- Born: January 8, 1926 (age 100) Princeton, New Jersey, U.S.
- Occupations: Educator, historian and academic

Academic background
- Education: B.A. Ph.D.
- Alma mater: Princeton University Johns Hopkins University
- Thesis: Edward Randolph and the American Colonies, 1676–1703

Academic work
- Institutions: University of Texas

= Michael G. Hall =

American educator, and historian (born 1926)

Michael Garibaldi Hall (born January 8, 1926) is an American educator, historian and academic. He is associated with University of Texas' Department of History as professor emeritus.

Hall's principal research focused on early American history, mainly the seventeenth century. He has also worked on Puritan New England and world history.

Hall is a member of American Antiquarian Society.

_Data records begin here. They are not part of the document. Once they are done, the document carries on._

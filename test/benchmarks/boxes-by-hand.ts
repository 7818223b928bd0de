import { normalQuantile } from '@/services/receiver/numeric/quantiles';
import { advance, mulberry32, streamSeed, unitDraw } from '@/services/receiver/numeric/random';

/** A set with one node by its bare numbers; `tol` is the half width of a value that is drawn. */
export interface BareSet {
  lo: number;
  hi: number;
  aerial: { r: number; l: number; c: number; cTol: number };
  coupling: number;
  coil: { l: number; tol: number; q: number; cSelf: number };
  min: { c: number; tol: number };
  max: { c: number; tol: number };
  stray: number;
  cj: number;
}

/**
 * The share of boxes as one would write it for this one circuit and nothing else: a typed array a part, one loop, the
 * closed form of `receiver.md` C1 with everything that stays the same taken out. The engine's rate is held against it.
 */
export function coveredByHand(set: BareSet, seed: number, boxes: number): number {
  const l = new Float64Array(boxes);
  const min = new Float64Array(boxes);
  const max = new Float64Array(boxes);
  const c = new Float64Array(boxes).fill(set.aerial.c);
  let state = streamSeed(seed, 'coil.l');
  const from = 1.3498980316300933e-3;
  for (let i = 0; i < boxes; i += 1) {
    state = advance(state);
    l[i] = set.coil.l * (1 + (set.coil.tol / 3) * normalQuantile(from + unitDraw(mulberry32(state)) * (1 - 2 * from)));
  }
  uniform(min, set.min.c, set.min.tol, streamSeed(seed, 'tuning.min'));
  uniform(max, set.max.c, set.max.tol, streamSeed(seed, 'tuning.max'));
  if (set.aerial.cTol > 0) uniform(c, set.aerial.c, set.aerial.cTol, streamSeed(seed, 'aerial.c'));
  const [w1, w2] = [2 * Math.PI * set.lo, 2 * Math.PI * set.hi];
  const across = set.coil.cSelf + set.stray + set.cj;
  const { r } = set.aerial;
  const fixed1 = w1 * set.aerial.l - 1 / (w1 * set.coupling);
  const fixed2 = w2 * set.aerial.l - 1 / (w2 * set.coupling);
  const loss = 1 + 1 / (set.coil.q * set.coil.q);
  let covered = 0;
  for (let i = 0; i < boxes; i += 1) {
    const ci = c[i] ?? 0;
    const li = (l[i] ?? 0) * loss;
    const x1 = fixed1 - 1 / (w1 * ci);
    const x2 = fixed2 - 1 / (w2 * ci);
    const need1 = x1 / ((r * r + x1 * x1) * w1) + 1 / (w1 * w1 * li) - across;
    const need2 = x2 / ((r * r + x2 * x2) * w2) + 1 / (w2 * w2 * li) - across;
    if (need1 <= (max[i] ?? 0) && need2 >= (min[i] ?? 0)) covered += 1;
  }
  return covered;
}

function uniform(into: Float64Array, x: number, tol: number, seed: number): void {
  let state = seed;
  for (let i = 0; i < into.length; i += 1) {
    state = advance(state);
    into[i] = x * (1 + tol * (2 * unitDraw(mulberry32(state)) - 1));
  }
}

==Early life and education==
Hall is the son of Walter Phelps Hall, who taught European History at Princeton University. He completed his Bachelors studies from Princeton University in 1949 and his Doctoral studies from Johns Hopkins University in 1956.

==Career==
Following his doctoral studies, Hall served as fellow of Institute of Early American History and Culture, for a period of three years before moving from Virginia to Texas. In 1959, he was recruited by University of Texas as an assistant professor at Department of History. He was promoted to associate professor in 1964, and to professor, in 1970. In 2001, he was appointed as professor emeritus of history at the university. Hall served as chairman of the Department of History at University of Texas from 1976 till 1980.

==Research and work==
Hall initially researched on Puritan New England and later worked on World History as a whole. He has also conducted extensive research on early American History, focusing primarily on the seventeenth century.

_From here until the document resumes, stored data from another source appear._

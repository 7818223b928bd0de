import { log } from '../numeric/exp-log';
import type { Plan } from '../network/plan';
import { variance } from '../network/values';
import { reachOf } from './reach';

/** Step of the central differences, relative. */
const STEP = 1e-3;

export interface LimitShare {
  path: string;
  end: 'lo' | 'hi';
  share: number;
}

/** First-order share of each value in the variance of each end, largest first; what moves nothing is left out. */
export function limitsOf(plan: Plan, points: Float64Array): LimitShare[] {
  const x = Float64Array.from(plan.nominal);
  const found: { path: string; lo: number; hi: number }[] = [];
  let [sumLo, sumHi] = [0, 0];
  for (const index of plan.values.spread()) {
    const entry = plan.values.entries[index];
    if (entry === undefined) continue;
    const width = variance(entry, log);
    const step = Math.abs(entry.centre) * STEP;
    if (!(width > 0) || step === 0) continue;
    x[index] = entry.centre + step;
    const up = reachOf(plan, x, points);
    x[index] = entry.centre - step;
    const down = reachOf(plan, x, points);
    x[index] = entry.centre;
    const slopeLo = (up.lo - down.lo) / (2 * step);
    const slopeHi = (up.hi - down.hi) / (2 * step);
    const item = { path: entry.path, lo: slopeLo * slopeLo * width, hi: slopeHi * slopeHi * width };
    sumLo += item.lo;
    sumHi += item.hi;
    found.push(item);
  }
  const shares: LimitShare[] = [];
  for (const { path, lo, hi } of found) {
    if (lo > 0) shares.push({ path, end: 'lo', share: lo / sumLo });
    if (hi > 0) shares.push({ path, end: 'hi', share: hi / sumHi });
  }
  // The sort keeps the order of the design among equals, so that the same file gives the same list.
  return shares.sort((a, b) => b.share - a.share);
}
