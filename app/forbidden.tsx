import type { Metadata } from 'next';
import { PlainPage } from '@/components/shell/plain-page';
import { LinkButton } from '@/components/ui/link-button';

export const metadata: Metadata = { title: 'Not with your roles' };

export default function Forbidden() {
  return (
    <PlainPage title="This is not part of your work here">
      <p>
        Each room is open to those whose role needs it. If you need this page for your work, ask the owner for the role;
        it counts from the next click.
      </p>
      <p className="flex flex-wrap gap-3">
        <LinkButton href="/account" variant="primary">
          See my roles
        </LinkButton>
        <LinkButton href="/">To the shop</LinkButton>
      </p>
    </PlainPage>
  );
}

===Edward Randolph and the American Colonies, 1676–1703===
Hall published his book, Edward Randolph and the American Colonies, 1676–1703 in 1960 and documented an overview of Edward Randolph's career as a royal official at the American colonies. Douglas Edward Leach from Vanderbilt University stated that Hall provided a "realistic and convincing" picture of the book's subject. According to Frederick B. Tolles, Hall followed Randolph's American career with "remarkable objectivity and fidelity to the widely scattered sources" and that he has found "little in it to criticize." He also stated that "Hall writes in a style that is enviable for its economy and clarity." Richard S. Dunn reviewed that "Hall's narrative is extremely well done" and that "Hall has written a fine book", which is "one of the best monographs on the middle period in American colonial history". Clara G. Roe, in a review, stated that "the general reader as well as the student of colonial history will find this an interesting book".

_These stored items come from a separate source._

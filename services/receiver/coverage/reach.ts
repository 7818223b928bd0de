import { brent, minimum } from '../numeric/roots';
import { capacitanceNeeded } from '../network/solve';
import type { Plan } from '../network/plan';
import { exp, log } from '../numeric/exp-log';
import { LIGHT_SPEED, TWO_PI, type Farad, type Hertz } from '../units';

export interface Ends {
  lo: Hertz;
  hi: Hertz;
}

/** Steps of the scan from 0.3 of the band's lower edge to 3 times the upper one. */
const STEPS = 200;
/** Electrical length beyond which the line model of a wire does not hold. */
const LONGEST_WIRE = 2.2;

/** The scan's frequencies for a band; a wire aerial ends it where its model ends. */
export function scanPoints({ design, circuit }: Plan): Float64Array {
  const f0 = 0.3 * design.band.lo;
  let f1 = 3 * design.band.hi;
  if (circuit.wire)
    f1 = Math.min(f1, (LONGEST_WIRE * LIGHT_SPEED) / (TWO_PI * (circuit.vertical + circuit.horizontal)));
  const rate = log(f1 / f0) / STEPS;
  const points = new Float64Array(STEPS + 1);
  for (let i = 0; i < STEPS; i += 1) points[i] = f0 * exp(rate * i);
  points[STEPS] = f1;
  return points;
}

/** First frequency at which C_need has fallen to c: the scan's first point, the root in the first interval, or its end. */
export function fallsTo(plan: Plan, points: Float64Array, c: Farad): Hertz {
  const { circuit } = plan;
  const over = (f: Hertz): Farad => capacitanceNeeded(circuit, f) - c;
  let before = points[0] ?? NaN;
  if (over(before) <= 0) return before;
  for (let i = 1; i < points.length; i += 1) {
    const f = points[i] ?? NaN;
    if (over(f) <= 0) return brent(over, before, f);
    before = f;
  }
  return before;
}

/**
 * Where the branch that starts at `lo` ends: the first root at c going up, or the fold where C_need turns to rise.
 * @see evaluate.md rule 6
 */
export function branchEnd(plan: Plan, points: Float64Array, lo: Hertz, c: Farad): Hertz {
  const { circuit } = plan;
  const over = (f: Hertz): Farad => capacitanceNeeded(circuit, f) - c;
  let previous = over(lo);
  if (previous <= 0) return lo;
  let beforeLast = lo;
  let last = lo;
  for (let i = 0; i < points.length; i += 1) {
    const f = points[i] ?? NaN;
    if (f <= lo) continue;
    const now = over(f);
    if (now <= 0) return brent(over, last, f);
    if (now > previous) {
      const fold = minimum(over, beforeLast, f);
      return over(fold) <= 0 ? brent(over, beforeLast, fold) : fold;
    }
    previous = now;
    beforeLast = last;
    last = f;
  }
  return last;
}

/** Reach of the circuit for a row of values. */
export function reachOf(plan: Plan, x: Float64Array, points: Float64Array): Ends {
  plan.fill(x);
  return reachAsFilled(plan, x, points);
}

/** Reach of the circuit as it is filled, coil at its largest inductance. */
export function reachAsFilled(plan: Plan, x: Float64Array, points: Float64Array): Ends {
  const { circuit, mode } = plan;
  const lo = fallsTo(plan, points, circuit.cMax);
  if (mode === 'capacitor') return { lo, hi: branchEnd(plan, points, lo, circuit.cMin) };
  plan.moveTo(x, circuit.positionMin);
  const hi = fallsTo(plan, points, circuit.cMin);
  plan.moveTo(x, circuit.positionMax);
  return { lo, hi };
}

/** Margins at both ends, relative to the band's edges. @see receiver.md D1 */
export function marginsOf(ends: Ends, band: Ends): Ends {
  return { lo: 1 - ends.lo / band.lo, hi: ends.hi / band.hi - 1 };
}

/** Scan points inside the band where C_need rises: the aerial circuit itself resonates there. */
export function risesInside(plan: Plan, points: Float64Array): Hertz | null {
  const { circuit, design, mode } = plan;
  if (mode !== 'capacitor') return null;
  let before = Infinity;
  let last = NaN;
  for (let i = 0; i < points.length; i += 1) {
    const f = points[i] ?? NaN;
    if (f < design.band.lo || f > design.band.hi) continue;
    const now = capacitanceNeeded(circuit, f);
    if (now > before) return last;
    before = now;
    last = f;
  }
  return null;
}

===The Last American Puritan: The Life of Increase Mather, 1639–1723===
A biography of Increase Mather (1639–1722) capped Hall's scholarly work and gives an understanding of second generation American Puritanism. Hall shows how Mather sponsored a printing press in Boston, and then by printing scores of books of topical sermons, started Boston on the road to multiple printing presses and booksellers; the Puritan minister fully engaged in an increasingly cosmopolitan Boston. In 1688–1692 he personally lobbied two successive kings of England on behalf of the colony. During those four years in London he absorbed much of Europe's new Rationalism, and on his return to Boston he brought the hysteria of witchcraft at Salem to an abrupt halt. The biography traces the evolution of Puritanism toward the Eighteenth Century. His book was reviewed as "A thorough and authoritative biography of one of New England's more important Puritan figures" and "A well-researched and fair-dealing work that approaches its subject closely without losing sight of the larger historical picture." Ronald S. Bosco from State University of New York reviewed that "Hall achieves the rare, humane relation between biographer and the subject." He stated that "Hall has produced a moving and informative life in which the reader is invited to know, sympathize with, and respect Increase in ways formerly denied both reader and subject" by "writing out of the uncanny insight that comes from extended intimacy with one's subject". According to Edward Stessel, "Hall's study of the many-sided Mather is a model of scholarship." W. Clark Gilpin stated that "Hall has contributed significantly to American Puritan studies by this comprehensive, chronological exposition of Increase Mather's life and writings."

Hall also edited the Autobiography of Increase Mather.

==Awards and honors==
- 1988 – Book of the Year Award for The Last American Puritan, Conference on Christianity and Literature

==Bibliography==
- The Glorious Revolution in America: Documents on the Colonial Crisis of 1689 (1963)
- Edward Randolph and the American Colonies, 1676–1703 (1960)
- The Last American Puritan: The Life of Increase Mather, 1639–1723 (1988)
- Hall, M.G., 1961, October. The Autobiography of Increase Mather. In Proceedings of the American Antiquarian Society (Vol. 71, pp. 260–289).